Run through the records and show each line that includes the string "people".

Stored data:
━━━━━━━━━━
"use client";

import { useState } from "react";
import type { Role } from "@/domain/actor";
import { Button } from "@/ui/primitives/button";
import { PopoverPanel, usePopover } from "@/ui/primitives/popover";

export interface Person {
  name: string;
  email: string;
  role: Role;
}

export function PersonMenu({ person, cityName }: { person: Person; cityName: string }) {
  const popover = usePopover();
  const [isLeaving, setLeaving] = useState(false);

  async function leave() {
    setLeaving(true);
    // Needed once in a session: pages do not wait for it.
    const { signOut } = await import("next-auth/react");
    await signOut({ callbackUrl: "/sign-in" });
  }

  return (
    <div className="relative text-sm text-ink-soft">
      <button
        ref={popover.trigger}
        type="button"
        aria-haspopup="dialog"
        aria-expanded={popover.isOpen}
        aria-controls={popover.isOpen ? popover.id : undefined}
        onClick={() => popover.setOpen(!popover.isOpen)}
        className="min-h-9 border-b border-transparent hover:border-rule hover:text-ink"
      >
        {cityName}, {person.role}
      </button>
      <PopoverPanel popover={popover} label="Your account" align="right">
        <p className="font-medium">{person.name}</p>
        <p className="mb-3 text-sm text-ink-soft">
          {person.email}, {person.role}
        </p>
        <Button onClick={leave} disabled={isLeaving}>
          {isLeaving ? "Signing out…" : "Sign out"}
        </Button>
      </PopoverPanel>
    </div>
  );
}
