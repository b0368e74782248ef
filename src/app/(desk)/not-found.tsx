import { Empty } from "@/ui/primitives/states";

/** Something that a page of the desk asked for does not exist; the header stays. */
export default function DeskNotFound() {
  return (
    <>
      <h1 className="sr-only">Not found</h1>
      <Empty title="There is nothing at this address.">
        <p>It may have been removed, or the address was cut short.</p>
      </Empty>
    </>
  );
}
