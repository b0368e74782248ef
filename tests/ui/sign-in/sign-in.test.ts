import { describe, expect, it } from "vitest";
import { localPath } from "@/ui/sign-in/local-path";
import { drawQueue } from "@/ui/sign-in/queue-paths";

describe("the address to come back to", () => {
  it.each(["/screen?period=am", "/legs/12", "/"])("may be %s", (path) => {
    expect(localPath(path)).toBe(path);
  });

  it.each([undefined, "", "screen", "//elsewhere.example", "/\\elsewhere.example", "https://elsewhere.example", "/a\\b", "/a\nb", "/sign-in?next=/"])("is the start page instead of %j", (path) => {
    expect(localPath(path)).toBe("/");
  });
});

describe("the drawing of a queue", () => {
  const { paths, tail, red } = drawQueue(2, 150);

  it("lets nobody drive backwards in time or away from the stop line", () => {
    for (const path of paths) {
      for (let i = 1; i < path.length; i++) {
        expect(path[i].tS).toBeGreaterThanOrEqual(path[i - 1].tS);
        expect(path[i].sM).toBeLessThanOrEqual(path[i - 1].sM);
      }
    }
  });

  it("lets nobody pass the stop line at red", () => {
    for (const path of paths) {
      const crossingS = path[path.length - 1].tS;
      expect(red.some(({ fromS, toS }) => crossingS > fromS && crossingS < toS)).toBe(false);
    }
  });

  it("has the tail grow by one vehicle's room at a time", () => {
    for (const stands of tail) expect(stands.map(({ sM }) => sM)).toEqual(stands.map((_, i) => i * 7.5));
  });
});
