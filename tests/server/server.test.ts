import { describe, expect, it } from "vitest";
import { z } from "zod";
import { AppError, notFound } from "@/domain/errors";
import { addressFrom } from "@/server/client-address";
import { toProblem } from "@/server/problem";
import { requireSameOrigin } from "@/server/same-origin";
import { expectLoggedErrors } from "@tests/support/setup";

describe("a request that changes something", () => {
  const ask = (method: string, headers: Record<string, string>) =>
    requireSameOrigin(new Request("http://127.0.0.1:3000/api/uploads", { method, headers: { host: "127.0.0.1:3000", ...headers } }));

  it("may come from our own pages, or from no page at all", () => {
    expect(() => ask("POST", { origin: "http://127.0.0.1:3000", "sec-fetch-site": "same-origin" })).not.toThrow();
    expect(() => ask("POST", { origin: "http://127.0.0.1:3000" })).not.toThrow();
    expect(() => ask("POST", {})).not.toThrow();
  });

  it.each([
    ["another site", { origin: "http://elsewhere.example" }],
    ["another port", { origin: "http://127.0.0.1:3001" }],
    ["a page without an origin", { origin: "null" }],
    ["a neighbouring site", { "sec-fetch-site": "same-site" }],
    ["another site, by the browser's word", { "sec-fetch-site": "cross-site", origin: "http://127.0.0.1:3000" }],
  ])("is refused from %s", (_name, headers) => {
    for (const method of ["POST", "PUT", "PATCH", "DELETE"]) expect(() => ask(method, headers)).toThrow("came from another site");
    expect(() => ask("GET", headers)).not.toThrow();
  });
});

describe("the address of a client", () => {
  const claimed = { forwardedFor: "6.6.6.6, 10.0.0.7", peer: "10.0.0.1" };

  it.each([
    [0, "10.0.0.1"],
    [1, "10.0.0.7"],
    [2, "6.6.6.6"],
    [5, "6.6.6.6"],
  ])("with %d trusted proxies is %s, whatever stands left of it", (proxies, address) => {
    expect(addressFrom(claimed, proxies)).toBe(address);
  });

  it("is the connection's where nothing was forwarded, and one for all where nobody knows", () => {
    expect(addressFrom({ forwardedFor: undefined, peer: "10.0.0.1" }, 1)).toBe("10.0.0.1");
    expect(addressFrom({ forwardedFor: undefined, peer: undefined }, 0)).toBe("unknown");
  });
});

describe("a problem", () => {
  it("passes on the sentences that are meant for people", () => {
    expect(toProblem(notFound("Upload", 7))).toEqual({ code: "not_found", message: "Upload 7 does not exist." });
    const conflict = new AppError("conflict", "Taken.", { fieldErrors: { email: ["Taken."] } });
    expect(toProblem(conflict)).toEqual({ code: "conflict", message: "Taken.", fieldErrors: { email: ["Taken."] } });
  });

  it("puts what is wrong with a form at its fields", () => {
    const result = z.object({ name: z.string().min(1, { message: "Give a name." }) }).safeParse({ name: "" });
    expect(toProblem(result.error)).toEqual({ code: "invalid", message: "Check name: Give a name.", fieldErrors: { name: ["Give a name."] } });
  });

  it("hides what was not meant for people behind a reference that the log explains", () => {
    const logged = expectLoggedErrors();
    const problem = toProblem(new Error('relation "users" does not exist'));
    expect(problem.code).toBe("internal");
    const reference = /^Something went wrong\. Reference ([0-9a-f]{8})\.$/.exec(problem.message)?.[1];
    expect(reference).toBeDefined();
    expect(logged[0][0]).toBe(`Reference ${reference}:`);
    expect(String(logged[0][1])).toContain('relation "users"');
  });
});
━━━━━━━━━━
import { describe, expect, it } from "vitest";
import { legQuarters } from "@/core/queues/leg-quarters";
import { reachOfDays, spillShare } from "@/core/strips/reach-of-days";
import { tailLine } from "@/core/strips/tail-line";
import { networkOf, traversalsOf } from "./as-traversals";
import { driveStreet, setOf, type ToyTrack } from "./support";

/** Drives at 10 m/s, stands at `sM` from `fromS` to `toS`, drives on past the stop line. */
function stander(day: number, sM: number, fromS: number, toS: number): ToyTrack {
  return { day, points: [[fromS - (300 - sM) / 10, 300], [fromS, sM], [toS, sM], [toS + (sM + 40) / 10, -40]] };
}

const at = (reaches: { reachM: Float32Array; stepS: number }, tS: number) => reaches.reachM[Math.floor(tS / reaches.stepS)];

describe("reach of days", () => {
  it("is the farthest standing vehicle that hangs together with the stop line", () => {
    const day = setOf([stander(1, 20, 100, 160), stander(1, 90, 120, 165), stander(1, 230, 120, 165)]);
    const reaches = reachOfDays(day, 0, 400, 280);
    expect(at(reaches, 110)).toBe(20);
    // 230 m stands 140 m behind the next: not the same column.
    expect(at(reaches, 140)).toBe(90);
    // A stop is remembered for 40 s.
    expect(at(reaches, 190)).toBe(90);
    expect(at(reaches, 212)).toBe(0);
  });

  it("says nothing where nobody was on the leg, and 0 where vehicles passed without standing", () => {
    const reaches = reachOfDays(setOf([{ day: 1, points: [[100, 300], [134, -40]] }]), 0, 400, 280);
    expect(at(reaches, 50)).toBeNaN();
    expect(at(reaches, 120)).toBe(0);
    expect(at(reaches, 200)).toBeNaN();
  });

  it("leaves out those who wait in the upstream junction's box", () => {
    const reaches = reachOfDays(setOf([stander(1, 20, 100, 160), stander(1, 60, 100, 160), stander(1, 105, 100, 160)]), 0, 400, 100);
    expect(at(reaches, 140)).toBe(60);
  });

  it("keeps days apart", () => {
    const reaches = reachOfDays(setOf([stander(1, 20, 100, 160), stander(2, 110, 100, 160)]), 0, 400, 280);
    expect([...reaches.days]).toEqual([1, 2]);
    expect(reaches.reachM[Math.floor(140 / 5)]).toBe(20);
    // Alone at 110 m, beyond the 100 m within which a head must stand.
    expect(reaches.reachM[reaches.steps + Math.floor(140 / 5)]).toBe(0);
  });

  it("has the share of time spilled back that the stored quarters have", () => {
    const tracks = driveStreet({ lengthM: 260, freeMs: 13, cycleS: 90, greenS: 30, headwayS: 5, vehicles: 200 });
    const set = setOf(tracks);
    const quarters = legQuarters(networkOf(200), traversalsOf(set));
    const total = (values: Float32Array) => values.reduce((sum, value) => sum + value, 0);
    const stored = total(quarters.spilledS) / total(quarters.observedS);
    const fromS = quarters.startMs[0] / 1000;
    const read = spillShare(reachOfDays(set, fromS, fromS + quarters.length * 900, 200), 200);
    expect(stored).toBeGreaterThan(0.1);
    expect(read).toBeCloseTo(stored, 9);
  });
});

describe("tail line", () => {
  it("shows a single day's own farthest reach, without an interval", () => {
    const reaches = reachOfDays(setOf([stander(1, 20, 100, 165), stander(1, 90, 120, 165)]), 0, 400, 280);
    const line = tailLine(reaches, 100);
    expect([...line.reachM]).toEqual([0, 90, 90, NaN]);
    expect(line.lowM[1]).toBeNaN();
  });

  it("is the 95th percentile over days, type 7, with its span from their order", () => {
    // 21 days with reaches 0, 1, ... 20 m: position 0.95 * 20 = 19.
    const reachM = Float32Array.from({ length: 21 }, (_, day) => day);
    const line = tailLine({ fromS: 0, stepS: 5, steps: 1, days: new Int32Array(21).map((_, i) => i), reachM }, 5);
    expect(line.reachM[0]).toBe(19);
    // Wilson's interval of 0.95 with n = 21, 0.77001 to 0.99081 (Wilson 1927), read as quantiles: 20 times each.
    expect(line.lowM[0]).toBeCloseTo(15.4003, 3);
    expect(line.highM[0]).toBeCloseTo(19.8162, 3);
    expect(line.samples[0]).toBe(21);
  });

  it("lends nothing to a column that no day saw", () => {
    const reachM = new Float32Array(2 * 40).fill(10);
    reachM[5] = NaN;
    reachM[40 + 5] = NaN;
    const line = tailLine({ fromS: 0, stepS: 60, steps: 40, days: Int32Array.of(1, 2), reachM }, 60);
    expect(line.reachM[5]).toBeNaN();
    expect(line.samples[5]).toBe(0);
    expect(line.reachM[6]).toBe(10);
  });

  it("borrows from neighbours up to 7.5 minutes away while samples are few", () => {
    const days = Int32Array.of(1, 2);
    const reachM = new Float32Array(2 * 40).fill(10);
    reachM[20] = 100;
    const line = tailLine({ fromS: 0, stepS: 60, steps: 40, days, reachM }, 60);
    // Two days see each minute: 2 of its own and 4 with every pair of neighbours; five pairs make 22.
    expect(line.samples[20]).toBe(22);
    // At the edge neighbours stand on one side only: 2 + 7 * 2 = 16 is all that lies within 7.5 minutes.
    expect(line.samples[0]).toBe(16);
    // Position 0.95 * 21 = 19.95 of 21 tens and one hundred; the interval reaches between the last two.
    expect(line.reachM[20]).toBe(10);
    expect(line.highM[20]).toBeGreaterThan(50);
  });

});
━━━━━━━━━━
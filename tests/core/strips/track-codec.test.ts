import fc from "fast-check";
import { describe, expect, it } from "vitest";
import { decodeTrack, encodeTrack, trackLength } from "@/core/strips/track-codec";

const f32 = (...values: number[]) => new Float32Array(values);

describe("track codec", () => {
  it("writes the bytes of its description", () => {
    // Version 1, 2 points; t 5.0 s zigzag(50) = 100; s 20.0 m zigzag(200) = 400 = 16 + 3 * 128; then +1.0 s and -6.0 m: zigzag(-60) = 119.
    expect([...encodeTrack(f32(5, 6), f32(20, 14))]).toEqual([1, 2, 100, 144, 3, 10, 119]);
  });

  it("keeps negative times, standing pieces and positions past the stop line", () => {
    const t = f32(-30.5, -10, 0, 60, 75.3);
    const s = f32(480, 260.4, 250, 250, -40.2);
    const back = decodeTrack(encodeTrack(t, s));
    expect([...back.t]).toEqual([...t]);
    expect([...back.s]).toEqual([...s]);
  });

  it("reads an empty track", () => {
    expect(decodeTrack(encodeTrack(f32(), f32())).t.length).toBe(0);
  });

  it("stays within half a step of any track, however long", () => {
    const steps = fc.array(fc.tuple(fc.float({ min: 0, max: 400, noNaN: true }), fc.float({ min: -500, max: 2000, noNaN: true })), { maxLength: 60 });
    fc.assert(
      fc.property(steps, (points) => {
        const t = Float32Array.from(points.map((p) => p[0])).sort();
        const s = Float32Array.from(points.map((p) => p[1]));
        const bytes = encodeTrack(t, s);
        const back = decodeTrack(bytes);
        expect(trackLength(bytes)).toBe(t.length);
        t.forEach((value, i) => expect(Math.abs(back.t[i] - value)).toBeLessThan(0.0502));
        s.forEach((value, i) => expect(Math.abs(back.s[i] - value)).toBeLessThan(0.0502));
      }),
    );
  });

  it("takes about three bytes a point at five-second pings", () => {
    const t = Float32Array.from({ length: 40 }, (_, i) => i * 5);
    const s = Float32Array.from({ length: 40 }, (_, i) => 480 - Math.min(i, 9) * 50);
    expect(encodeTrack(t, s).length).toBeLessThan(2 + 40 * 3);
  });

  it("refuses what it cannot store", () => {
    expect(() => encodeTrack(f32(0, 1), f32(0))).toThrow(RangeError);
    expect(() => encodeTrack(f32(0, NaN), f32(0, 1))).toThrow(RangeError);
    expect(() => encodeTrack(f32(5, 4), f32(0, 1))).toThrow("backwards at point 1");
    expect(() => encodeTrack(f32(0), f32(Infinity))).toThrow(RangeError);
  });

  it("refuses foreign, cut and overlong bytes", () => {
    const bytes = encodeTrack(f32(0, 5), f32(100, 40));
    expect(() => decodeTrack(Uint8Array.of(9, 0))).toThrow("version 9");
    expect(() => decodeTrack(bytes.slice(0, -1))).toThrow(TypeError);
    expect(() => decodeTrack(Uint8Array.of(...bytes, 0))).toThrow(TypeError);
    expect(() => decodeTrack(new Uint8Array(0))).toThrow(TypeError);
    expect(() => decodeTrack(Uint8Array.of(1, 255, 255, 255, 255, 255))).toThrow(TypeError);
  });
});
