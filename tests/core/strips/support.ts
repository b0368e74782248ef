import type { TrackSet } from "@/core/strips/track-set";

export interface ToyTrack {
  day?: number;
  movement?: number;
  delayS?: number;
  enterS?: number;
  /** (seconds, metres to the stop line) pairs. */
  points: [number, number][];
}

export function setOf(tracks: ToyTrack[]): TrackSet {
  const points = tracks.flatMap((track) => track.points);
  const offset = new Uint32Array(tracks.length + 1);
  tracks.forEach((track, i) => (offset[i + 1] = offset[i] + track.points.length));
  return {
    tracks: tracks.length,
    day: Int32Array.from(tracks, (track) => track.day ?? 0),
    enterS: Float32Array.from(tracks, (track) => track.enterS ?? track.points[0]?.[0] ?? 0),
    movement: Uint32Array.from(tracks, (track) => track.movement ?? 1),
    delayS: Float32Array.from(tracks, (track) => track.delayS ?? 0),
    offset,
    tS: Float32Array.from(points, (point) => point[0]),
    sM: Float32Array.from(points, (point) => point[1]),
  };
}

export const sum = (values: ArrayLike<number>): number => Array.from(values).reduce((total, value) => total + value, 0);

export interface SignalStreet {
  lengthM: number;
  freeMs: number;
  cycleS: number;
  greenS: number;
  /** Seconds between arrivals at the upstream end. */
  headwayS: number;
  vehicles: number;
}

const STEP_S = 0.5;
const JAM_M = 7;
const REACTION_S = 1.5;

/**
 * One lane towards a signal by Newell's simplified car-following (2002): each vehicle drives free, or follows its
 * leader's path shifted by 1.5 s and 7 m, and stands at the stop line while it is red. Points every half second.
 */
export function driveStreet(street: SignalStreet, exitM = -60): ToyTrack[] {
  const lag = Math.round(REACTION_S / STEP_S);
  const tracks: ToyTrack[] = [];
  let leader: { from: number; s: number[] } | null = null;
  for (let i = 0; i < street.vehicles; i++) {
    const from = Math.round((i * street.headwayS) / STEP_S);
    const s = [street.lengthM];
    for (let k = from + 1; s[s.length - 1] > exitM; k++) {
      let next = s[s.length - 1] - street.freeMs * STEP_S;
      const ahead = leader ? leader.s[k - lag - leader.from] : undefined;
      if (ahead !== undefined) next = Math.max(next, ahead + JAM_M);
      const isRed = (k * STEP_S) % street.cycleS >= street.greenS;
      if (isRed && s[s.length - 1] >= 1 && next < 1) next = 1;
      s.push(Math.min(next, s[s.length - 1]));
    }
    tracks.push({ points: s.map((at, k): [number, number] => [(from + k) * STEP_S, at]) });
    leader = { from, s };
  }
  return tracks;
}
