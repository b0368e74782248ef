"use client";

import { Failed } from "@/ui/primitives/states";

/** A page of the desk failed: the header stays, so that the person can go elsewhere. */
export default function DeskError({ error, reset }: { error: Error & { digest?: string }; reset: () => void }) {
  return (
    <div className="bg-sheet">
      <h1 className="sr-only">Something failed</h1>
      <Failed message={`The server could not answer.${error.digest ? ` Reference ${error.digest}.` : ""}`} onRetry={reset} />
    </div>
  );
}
━━━━━━━━━━
- _Answer section_:
  it("passes on the sentences that are meant for people", () => {
  it("hides what was not meant for people behind a reference that the log explains", () => {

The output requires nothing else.